Aim of the task:
For each line below, check for "mixture"; give only the total of lines where it occurs.

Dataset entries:

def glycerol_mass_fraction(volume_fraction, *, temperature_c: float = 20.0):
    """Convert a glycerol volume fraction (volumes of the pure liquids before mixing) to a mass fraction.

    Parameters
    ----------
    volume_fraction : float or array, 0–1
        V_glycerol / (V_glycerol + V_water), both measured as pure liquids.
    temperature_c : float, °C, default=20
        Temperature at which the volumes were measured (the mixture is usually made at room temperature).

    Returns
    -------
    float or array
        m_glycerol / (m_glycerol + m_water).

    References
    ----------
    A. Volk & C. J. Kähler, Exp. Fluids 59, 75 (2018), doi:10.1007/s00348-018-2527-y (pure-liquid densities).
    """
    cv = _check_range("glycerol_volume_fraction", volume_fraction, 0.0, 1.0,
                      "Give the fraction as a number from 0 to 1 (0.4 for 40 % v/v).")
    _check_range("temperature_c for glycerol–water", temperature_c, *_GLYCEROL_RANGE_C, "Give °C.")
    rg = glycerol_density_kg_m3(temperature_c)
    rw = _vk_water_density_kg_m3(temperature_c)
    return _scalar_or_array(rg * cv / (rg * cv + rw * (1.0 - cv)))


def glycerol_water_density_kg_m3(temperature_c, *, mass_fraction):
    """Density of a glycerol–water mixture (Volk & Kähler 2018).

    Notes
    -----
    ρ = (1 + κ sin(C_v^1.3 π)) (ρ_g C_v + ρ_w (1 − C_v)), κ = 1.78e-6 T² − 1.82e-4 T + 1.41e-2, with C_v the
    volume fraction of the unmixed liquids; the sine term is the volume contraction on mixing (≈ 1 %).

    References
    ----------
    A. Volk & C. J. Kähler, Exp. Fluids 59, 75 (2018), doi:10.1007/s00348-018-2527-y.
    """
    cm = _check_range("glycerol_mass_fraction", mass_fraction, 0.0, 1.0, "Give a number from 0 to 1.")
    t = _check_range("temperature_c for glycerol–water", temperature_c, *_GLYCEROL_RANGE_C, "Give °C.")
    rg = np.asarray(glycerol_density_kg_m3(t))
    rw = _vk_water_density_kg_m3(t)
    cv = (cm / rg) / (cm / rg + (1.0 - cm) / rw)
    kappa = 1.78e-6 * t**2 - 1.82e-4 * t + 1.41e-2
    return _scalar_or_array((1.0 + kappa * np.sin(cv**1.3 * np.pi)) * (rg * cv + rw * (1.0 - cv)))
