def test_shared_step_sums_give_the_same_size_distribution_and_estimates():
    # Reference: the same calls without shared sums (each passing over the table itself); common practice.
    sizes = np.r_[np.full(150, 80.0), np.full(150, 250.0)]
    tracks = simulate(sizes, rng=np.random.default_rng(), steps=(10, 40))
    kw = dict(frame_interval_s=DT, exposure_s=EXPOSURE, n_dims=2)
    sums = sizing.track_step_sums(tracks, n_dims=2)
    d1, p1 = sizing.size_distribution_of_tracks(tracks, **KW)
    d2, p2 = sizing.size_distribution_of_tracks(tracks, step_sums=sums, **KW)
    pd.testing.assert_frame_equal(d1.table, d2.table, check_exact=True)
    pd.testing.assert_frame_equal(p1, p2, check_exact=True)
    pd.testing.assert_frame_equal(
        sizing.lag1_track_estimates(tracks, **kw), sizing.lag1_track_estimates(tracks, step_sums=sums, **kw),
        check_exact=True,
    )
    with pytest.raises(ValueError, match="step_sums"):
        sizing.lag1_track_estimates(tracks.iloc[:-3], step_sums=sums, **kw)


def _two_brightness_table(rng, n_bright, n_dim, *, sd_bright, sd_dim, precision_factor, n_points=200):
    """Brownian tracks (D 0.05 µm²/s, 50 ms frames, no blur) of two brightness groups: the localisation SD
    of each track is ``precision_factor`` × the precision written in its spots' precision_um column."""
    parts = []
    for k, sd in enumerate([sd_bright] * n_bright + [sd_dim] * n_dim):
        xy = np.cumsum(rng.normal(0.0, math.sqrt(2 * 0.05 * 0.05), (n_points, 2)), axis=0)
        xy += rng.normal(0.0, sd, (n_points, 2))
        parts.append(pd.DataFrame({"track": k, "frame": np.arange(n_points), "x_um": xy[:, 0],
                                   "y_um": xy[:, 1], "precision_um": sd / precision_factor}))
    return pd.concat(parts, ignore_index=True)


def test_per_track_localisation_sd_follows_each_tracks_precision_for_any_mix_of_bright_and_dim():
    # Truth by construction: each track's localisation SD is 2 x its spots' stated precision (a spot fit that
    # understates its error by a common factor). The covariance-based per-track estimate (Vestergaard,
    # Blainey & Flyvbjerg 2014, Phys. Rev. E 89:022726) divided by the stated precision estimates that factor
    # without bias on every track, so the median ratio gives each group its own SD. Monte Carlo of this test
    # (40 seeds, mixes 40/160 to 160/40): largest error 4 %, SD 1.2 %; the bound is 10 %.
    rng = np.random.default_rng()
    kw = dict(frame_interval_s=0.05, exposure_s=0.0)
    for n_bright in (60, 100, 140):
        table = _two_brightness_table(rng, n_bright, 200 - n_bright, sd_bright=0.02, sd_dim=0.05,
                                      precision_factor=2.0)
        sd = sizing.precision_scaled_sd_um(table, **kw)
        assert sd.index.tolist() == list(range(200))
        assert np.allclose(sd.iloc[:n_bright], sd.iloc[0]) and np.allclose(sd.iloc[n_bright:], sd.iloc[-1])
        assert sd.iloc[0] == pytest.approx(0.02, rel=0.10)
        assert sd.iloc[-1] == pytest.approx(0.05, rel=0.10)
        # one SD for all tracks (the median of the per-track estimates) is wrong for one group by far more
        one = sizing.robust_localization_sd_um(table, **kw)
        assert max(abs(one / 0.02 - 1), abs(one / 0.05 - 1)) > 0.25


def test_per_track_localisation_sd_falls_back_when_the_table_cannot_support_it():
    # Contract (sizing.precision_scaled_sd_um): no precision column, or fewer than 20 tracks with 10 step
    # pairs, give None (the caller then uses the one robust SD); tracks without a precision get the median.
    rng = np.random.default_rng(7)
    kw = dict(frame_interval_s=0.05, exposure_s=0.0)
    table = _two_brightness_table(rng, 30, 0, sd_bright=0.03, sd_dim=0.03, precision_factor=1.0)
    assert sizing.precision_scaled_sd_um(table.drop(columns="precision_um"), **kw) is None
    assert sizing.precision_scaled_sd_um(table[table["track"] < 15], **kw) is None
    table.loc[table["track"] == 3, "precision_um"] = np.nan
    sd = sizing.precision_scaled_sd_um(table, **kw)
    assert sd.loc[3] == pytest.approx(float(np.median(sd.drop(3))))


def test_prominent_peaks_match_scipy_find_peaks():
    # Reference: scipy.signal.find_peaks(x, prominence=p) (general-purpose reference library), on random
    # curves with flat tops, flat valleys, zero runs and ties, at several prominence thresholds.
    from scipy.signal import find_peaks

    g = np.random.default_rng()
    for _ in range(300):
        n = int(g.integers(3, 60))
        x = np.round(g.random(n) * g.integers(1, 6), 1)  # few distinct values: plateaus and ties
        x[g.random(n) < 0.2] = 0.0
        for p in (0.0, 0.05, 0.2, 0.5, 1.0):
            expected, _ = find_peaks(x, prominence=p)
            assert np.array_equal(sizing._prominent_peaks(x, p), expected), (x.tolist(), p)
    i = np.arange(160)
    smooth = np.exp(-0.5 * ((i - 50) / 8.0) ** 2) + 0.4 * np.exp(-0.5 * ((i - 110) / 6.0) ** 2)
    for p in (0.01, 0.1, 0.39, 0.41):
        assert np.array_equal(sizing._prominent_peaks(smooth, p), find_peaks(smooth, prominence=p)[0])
---
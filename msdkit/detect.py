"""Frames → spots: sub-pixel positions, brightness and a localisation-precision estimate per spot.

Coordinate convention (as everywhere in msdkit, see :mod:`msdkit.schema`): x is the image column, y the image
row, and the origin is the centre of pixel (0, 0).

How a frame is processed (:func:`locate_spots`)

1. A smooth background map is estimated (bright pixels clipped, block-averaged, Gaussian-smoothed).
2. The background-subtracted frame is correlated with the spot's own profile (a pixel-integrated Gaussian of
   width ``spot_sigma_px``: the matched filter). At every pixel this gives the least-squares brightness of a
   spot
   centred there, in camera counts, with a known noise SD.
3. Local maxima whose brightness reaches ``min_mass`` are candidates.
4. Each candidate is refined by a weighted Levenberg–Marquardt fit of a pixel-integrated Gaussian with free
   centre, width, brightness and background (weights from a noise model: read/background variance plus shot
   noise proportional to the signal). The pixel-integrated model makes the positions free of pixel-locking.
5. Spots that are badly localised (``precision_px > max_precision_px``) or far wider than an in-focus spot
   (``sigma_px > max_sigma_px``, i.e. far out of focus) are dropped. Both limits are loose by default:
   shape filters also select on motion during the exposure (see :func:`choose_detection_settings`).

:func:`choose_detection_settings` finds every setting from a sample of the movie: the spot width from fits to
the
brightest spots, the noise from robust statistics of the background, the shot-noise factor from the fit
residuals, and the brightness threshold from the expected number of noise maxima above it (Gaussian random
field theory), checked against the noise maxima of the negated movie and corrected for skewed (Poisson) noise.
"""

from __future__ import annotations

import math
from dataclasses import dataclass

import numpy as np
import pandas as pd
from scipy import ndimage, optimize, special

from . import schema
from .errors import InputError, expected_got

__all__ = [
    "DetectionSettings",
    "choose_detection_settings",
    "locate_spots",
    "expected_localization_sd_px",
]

Answer to this task:
2